# SATSN: A Spatial-Adaptive Two-Stream Network for Automatic Detection of Giraffe Daily Behaviors

**Authors:** Haiming Gan, Xiongwei Wu, Jianlu Chen, Jingling Wang, Yuxin Fang, Yuqing Xue, Tian Jiang, Huanzhen Chen, Peng Zhang, Guixin Dong, Yueju Xue

PMC · DOI: 10.3390/ani15192833 · Animals : an Open Access Journal from MDPI · 2025-09-28

## TL;DR

A new AI system detects giraffe behaviors like licking and walking to help zoos monitor their health and well-being more effectively.

## Contribution

A novel spatial-adaptive two-stream network (SATSN) is introduced for accurate giraffe behavior detection.

## Key findings

- The SATSN method achieved a mean average precision (mAP) of 93.99% for detecting giraffe behaviors.
- The system uses a video transformer encoder and temporal attention module to improve motion feature representation.
- A dataset of 420 video clips was created and used to validate the method's effectiveness.

## Abstract

We propose a deep learning-based method for detecting daily behaviors in giraffes, aiming to improve detection accuracy and support zoo staff in more effectively monitoring giraffe behavior.
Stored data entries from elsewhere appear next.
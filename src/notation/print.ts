/**
 * Terms → text: the Lagrangian as it was understood, plain (which the parser reads back to the same terms), in Unicode for
 * a terminal, or in LaTeX. One style table holds everything in which the three differ.
 */
import { latexName, latexPower } from './latex-symbol.js';
import { isBuiltIn, typedHead } from './tensor-syntax.js';
import type {
  DeclaredTensor,
  IndexSlot,
  LagrangianTerm,
  ScalarSum,
  ScalarTerm,
  TensorFactor,
  TheorySymbol,
} from './theory.js';
import { GREEK } from './tokens.js';

export interface PrintOptions {
  /** Greek letters, minus sign and exponents in Unicode; the default is plain ASCII. */
  readonly unicode?: boolean;
  /** Declared symbols: factors of a term are printed in this order (constants before scales), others after them by name. */
  readonly symbols?: readonly TheorySymbol[];
}

interface Style {
  readonly minus: string;
  readonly symbol: (name: string) => string;
  readonly power: (base: string, exponent: number) => string;
  readonly fraction: (num: bigint, den: bigint) => string;
  /** A tensor without indices, and how a part of it is marked. */
  readonly head: (head: string, part: string | undefined) => string;
  readonly index: (name: string) => string;
  /** How a quotient of monomials is written; without it negative exponents stay. */
  readonly quotient?: (numerator: string, denominator: string) => string;
}

const plainPower = (base: string, n: number): string => (n === 1 ? base : n > 1 ? `${base}^${n}` : `${base}^{${n}}`);

const partMark = (part: string | undefined): string => (part === undefined ? '' : `^{(${part})}`);

const PLAIN: Style = {
  minus: '-',
  symbol: (name) => name,
  power: plainPower,
  fraction: (num, den) => (den === 1n ? `${num}` : `${num}/${den}`),
  head: (head, part) => typedHead(head) + partMark(part),
  index: (name) => name,
};

const GREEK_TEXT = 'αβγδεζηθικλμνξοπρστυφχψωεϑϖϱςφΓΔΘΛΞΠΣΥΦΨΩ';
const GREEK_LETTER: ReadonlyMap<string, string> = new Map(GREEK.map((name, i) => [name, [...GREEK_TEXT][i]!]));
/** The Greek letter of that TeX name, or the text unchanged. */
const greek = (text: string): string => GREEK_LETTER.get(text) ?? text;
/** An integer as a Unicode exponent. */
export const superscript = (n: number): string =>
  [...`${n}`].map((c) => (c === '-' ? '⁻' : '⁰¹²³⁴⁵⁶⁷⁸⁹'[Number(c)]!)).join('');

const UNICODE: Style = {
  ...PLAIN,
  minus: '−',
  symbol: (name) => name.split('_').map(greek).join('_'),
  power: (base, n) => (n === 1 ? base : base + superscript(n)),
  head: (head, part) => greek(head) + partMark(part),
  index: (name) => {
    const at = name.indexOf('\\');
    return at === -1 ? name : name.slice(0, at) + greek(name.slice(at + 1));
  },
};

/** A declared name in Unicode: `alpha_1` as α_1. */
export const unicodeName: (name: string) => string = UNICODE.symbol;

function latexStyle(symbols: readonly TheorySymbol[], tensors: readonly DeclaredTensor[]): Style {
  const latex = new Map(symbols.map((s) => [s.name, s.latex]));
  const heads = new Map(tensors.map((t) => [t.name, t.latex]));
  return {
    ...PLAIN,
    symbol: (name) => latex.get(name) ?? latexName(name),
    power: latexPower,
    head: (head, part) => {
      // In mathematics a hyphen would be set as a minus sign.
      const font = part?.includes('-') === true ? 'textrm' : 'mathrm';
      const mark = part === undefined ? '' : `{}^{(\\${font}{${part}})}`;
      const name = isBuiltIn(head) ? typedHead(head) : (heads.get(head) ?? latexName(head));
      return mark + (/[_^']/.test(name) ? `{${name}}` : name);
    },
    fraction: (num, den) => (den === 1n ? `${num}` : `\\tfrac{${num}}{${den}}`),
    quotient: (numerator, denominator) => `\\frac{${numerator}}{${denominator}}`,
  };
}

/** `T^{a}{}_{bc}`: one group of indices for each run at one height; a single letter needs no braces. */
function printTensor({ head, part, slots }: TensorFactor, style: Style): string {
  let text = style.head(head, part);
  for (let i = 0; i < slots.length; ) {
    const { up } = slots[i]!;
    const run: IndexSlot[] = [];
    while (slots[i] !== undefined && slots[i]!.up === up) run.push(slots[i++]!);
    const names = run.map((slot) => style.index(slot.name));
    // A macro must not swallow the letter behind it.
    const joined = names.map((name, n) => (name.includes('\\') && n + 1 < names.length ? `${name} ` : name)).join('');
    const bare = joined.length === 1;
    // TeX takes no second superscript, so the first indices stand apart from a part's name.
    const apart = run[0] !== slots[0] || (up && text.endsWith(')}'));
    text += (apart ? '{}' : '') + (up ? '^' : '_') + (bare ? joined : `{${joined}}`);
  }
  return text;
}

const withoutSign = (n: bigint): bigint => (n < 0n ? -n : n);

function orderedPowers(scalar: ScalarTerm, rank: ReadonlyMap<string, number>): ScalarTerm['powers'] {
  const of = (name: string): number => rank.get(name) ?? rank.size;
  return [...scalar.powers].sort(([a], [b]) => of(a) - of(b) || (a < b ? -1 : 1));
}

/** Coefficient and symbols of a term, without the sign; empty for 1. */
function printScalarPart(scalar: ScalarTerm, style: Style, rank: ReadonlyMap<string, number>): string {
  const num = withoutSign(scalar.coefficient.num);
  const { den } = scalar.coefficient;
  const powers = orderedPowers(scalar, rank);
  const write = (chosen: typeof powers, sign: 1 | -1): string[] =>
    chosen.map(([name, exponent]) => style.power(style.symbol(name), sign * exponent));
  const below = powers.filter(([, exponent]) => exponent < 0);
  if (style.quotient !== undefined && below.length > 0) {
    const above = write(
      powers.filter(([, exponent]) => exponent > 0),
      1,
    );
    if (num !== 1n || above.length === 0) above.unshift(`${num}`);
    return style.quotient(above.join(' '), [...(den === 1n ? [] : [`${den}`]), ...write(below, -1)].join(' '));
  }
  const parts = write(powers, 1);
  return [...(num === 1n && den === 1n ? [] : [style.fraction(num, den)]), ...parts].join(' ');
}

/** One term without its sign. */
function printTerm(term: LagrangianTerm, style: Style, rank: ReadonlyMap<string, number>): string {
  const scalar = printScalarPart(term.scalar, style, rank);
  const parts = scalar === '' ? [] : [scalar];
  for (let i = 0; i < term.factors.length; ) {
    const factor = term.factors[i]!;
    let count = 1;
    const bare = (at: number): boolean => {
      const other = term.factors[at];
      return other !== undefined && other.head === factor.head && other.slots.length === 0;
    };
    if (bare(i)) while (bare(i + count)) count++;
    parts.push(style.power(printTensor(factor, style), count));
    i += count;
  }
  return parts.length === 0 ? '1' : parts.join(' ');
}

/** The terms with their signs, `['1/2 M^2 R', '- b3 T_a T^a']`; the first has no plus sign. */
function printTerms(terms: readonly LagrangianTerm[], style: Style, symbols: readonly TheorySymbol[]): string[] {
  const rank = new Map(symbols.map((s, i) => [s.name, i]));
  return terms.map((term, i) => {
    const body = printTerm(term, style, rank);
    if (term.scalar.coefficient.num < 0n) return `${style.minus}${i === 0 ? '' : ' '}${body}`;
    return i === 0 ? body : `+ ${body}`;
  });
}

/**
 * The Lagrangian as it was understood, on one line. The plain form is read back by the parser to the same terms; the
 * Unicode form is for reading only. An empty sum is `0`.
 */
export function printLagrangian(terms: readonly LagrangianTerm[], options: PrintOptions = {}): string {
  return lagrangianLines(terms, options).join(' ') || '0';
}

/** As `printLagrangian`, one text for each term, so that the caller can break lines. */
export function lagrangianLines(terms: readonly LagrangianTerm[], options: PrintOptions = {}): readonly string[] {
  return printTerms(terms, options.unicode === true ? UNICODE : PLAIN, options.symbols ?? []);
}

/** The Lagrangian in LaTeX with the user's names of symbols and tensors, on one line; break it between the `latexTerms`. */
export function latexLagrangian(
  terms: readonly LagrangianTerm[],
  symbols: readonly TheorySymbol[],
  tensors: readonly DeclaredTensor[] = [],
): string {
  return latexTerms(terms, symbols, tensors).join(' ') || '0';
}

/** As `latexLagrangian`, one text with its sign for each term. */
export function latexTerms(
  terms: readonly LagrangianTerm[],
  symbols: readonly TheorySymbol[],
  tensors: readonly DeclaredTensor[] = [],
): readonly string[] {
  return printTerms(terms, latexStyle(symbols, tensors), symbols);
}

/** A scalar sum in the plain or Unicode form of `printLagrangian`, for instance one side of a relation. */
export function printScalar(sum: ScalarSum, options: PrintOptions = {}): string {
  return printLagrangian(
    sum.map((scalar) => ({ scalar, factors: [] })),
    options,
  );
}

/** A scalar sum in LaTeX. */
export function latexScalar(sum: ScalarSum, symbols: readonly TheorySymbol[]): string {
  return latexLagrangian(
    sum.map((scalar) => ({ scalar, factors: [] })),
    symbols,
  );
}
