/**
 * Errors as data: a code, a place, what was expected and a hint. `renderDiagnostic` turns one into text for a terminal;
 * nothing in this folder prints. Imports no other file of the project.
 */
import picocolors from 'picocolors';

export interface Diagnostic {
  /** Stable kebab-case code, documented in docs/errors.md. */
  readonly code: string;
  readonly severity: 'error' | 'warning';
  /** One sentence without a full stop. */
  readonly message: string;
  /** What to do about it. */
  readonly hint?: string;
  readonly file?: string;
  /** The text in which start and end (UTF-16 offsets) lie; with it the rendering shows line, column and a caret. */
  readonly source?: string;
  readonly start?: number;
  readonly end?: number;
}

/** Where a diagnostic points: the fields of `Diagnostic` that say so, all present. */
export interface Place {
  readonly file: string;
  readonly source: string;
  readonly start: number;
  readonly end: number;
}

/** Thrown for input at fault; carries every diagnostic that was found. The command line turns it into exit code 1. */
export class InputError extends Error {
  readonly diagnostics: readonly Diagnostic[];
  constructor(diagnostics: readonly Diagnostic[]) {
    super(diagnostics.map((d) => d.message).join('; '));
    this.name = 'InputError';
    this.diagnostics = diagnostics;
  }
}

/** An error at a place. */
export function errorAt(place: Place, code: string, message: string, hint?: string): Diagnostic {
  const { file, source, start, end } = place;
  return { code, severity: 'error', message, ...(hint === undefined ? {} : { hint }), file, source, start, end };
}

/** A warning at a place. */
export function warningAt(place: Place, code: string, message: string, hint?: string): Diagnostic {
  return { ...errorAt(place, code, message, hint), severity: 'warning' };
}

/** Line and column, both from 1; columns count characters (code points), a tab being one. */
export function lineAndColumn(source: string, offset: number): { line: number; column: number } {
  const at = Math.min(Math.max(offset, 0), source.length);
  let line = 1;
  let begin = 0;
  for (let i = source.indexOf('\n'); i !== -1 && i < at; i = source.indexOf('\n', i + 1)) {
    line++;
    begin = i + 1;
  }
  return { line, column: [...source.slice(begin, at)].length + 1 };
}

/** Characters kept of a long source line on each side of the caret. */
const WINDOW = 90;
const WIDE =
  /[\u1100-\u115f\u2e80-\u303e\u3041-\ua4cf\uac00-\ud7a3\uf900-\ufaff\ufe30-\ufe6f\uff00-\uff60\uffe0-\uffe6\u{1f300}-\u{1faff}\u{20000}-\u{3fffd}]/u;
const NO_WIDTH = /[\p{Mn}\p{Me}\u200b-\u200f\u2060\ufeff]/u;

/** Columns that a terminal uses for the text, tabs kept as tabs so that the caret line stays aligned. */
const padding = (text: string): string =>
  [...text].map((c) => (c === '\t' ? '\t' : NO_WIDTH.test(c) ? '' : WIDE.test(c) ? '  ' : ' ')).join('');

/** Control and direction-changing characters could rewrite the terminal; they are shown as a replacement mark. */
const harmless = (text: string): string =>
  // biome-ignore lint/suspicious/noControlCharactersInRegex: they are what is looked for
  text.replace(/[\u0000-\u0008\u000a-\u001f\u007f-\u009f\u202a-\u202e\u2066-\u2069]/g, '\ufffd');

function excerpt(source: string, start: number, end: number): { line: string; caret: string } {
  const from = source.lastIndexOf('\n', start - 1) + 1;
  const newline = source.indexOf('\n', start);
  let to = newline === -1 ? source.length : newline;
  if (source[to - 1] === '\r' && to > start) to--;
  const left = Math.max(from, start - WINDOW);
  const right = Math.min(to, Math.max(start + WINDOW, Math.min(end, start + WINDOW)));
  const before = (left > from ? '…' : '') + source.slice(left, start);
  const marked = source.slice(start, Math.min(Math.max(end, start + 1), right));
  const after = source.slice(start + marked.length, right) + (right < to ? '…' : '');
  const width = Math.max(1, padding(harmless(marked.trimEnd())).length);
  return {
    line: harmless(before + marked + after).trimEnd(),
    caret: padding(harmless(before)) + '^'.repeat(width),
  };
}

/**
 * The diagnostic as text without a final newline:
 *
 *     theory.yaml:7:12: error: unknown symbol b4
 *         + b4 T_a T^a
 *           ^^
 *     hint: did you mean b1?
 *
 * Line and column count from 1. Without a source only the file is named; `color` asks for terminal colours.
 */
export function renderDiagnostic(d: Diagnostic, options: { readonly color?: boolean } = {}): string {
  const paint = picocolors.createColors(options.color ?? false);
  const lines: string[] = [];
  const label = d.severity === 'error' ? paint.red(paint.bold('error:')) : paint.yellow(paint.bold('warning:'));
  const file = d.file === undefined ? '' : harmless(d.file);
  if (d.source === undefined || d.start === undefined) {
    lines.push(`${file === '' ? '' : `${paint.bold(`${file}:`)} `}${label} ${harmless(d.message)}`);
  } else {
    const { line, column } = lineAndColumn(d.source, d.start);
    lines.push(`${paint.bold(`${file}:${line}:${column}:`)} ${label} ${harmless(d.message)}`);
    const shown = excerpt(d.source, Math.min(d.start, d.source.length), d.end ?? d.start + 1);
    if (shown.line.trim() !== '') lines.push(`    ${shown.line}`, `    ${paint.red(shown.caret)}`);
  }
  if (d.hint !== undefined) lines.push(`${paint.cyan('hint:')} ${harmless(d.hint)}`);
  return lines.join('\n');
}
This approach promotes a more scientific and proactive strategy for monitoring giraffe health and enhancing their physical and psychological well-being. A spatial-adaptive two-stream network is proposed to reduce false positives and missed detections. Experimental results demonstrate that the method achieves high accuracy and stability in detecting giraffe daily behaviors, offering an effective technological solution for long-term, non-contact, and intelligent behavior monitoring with promising application potential.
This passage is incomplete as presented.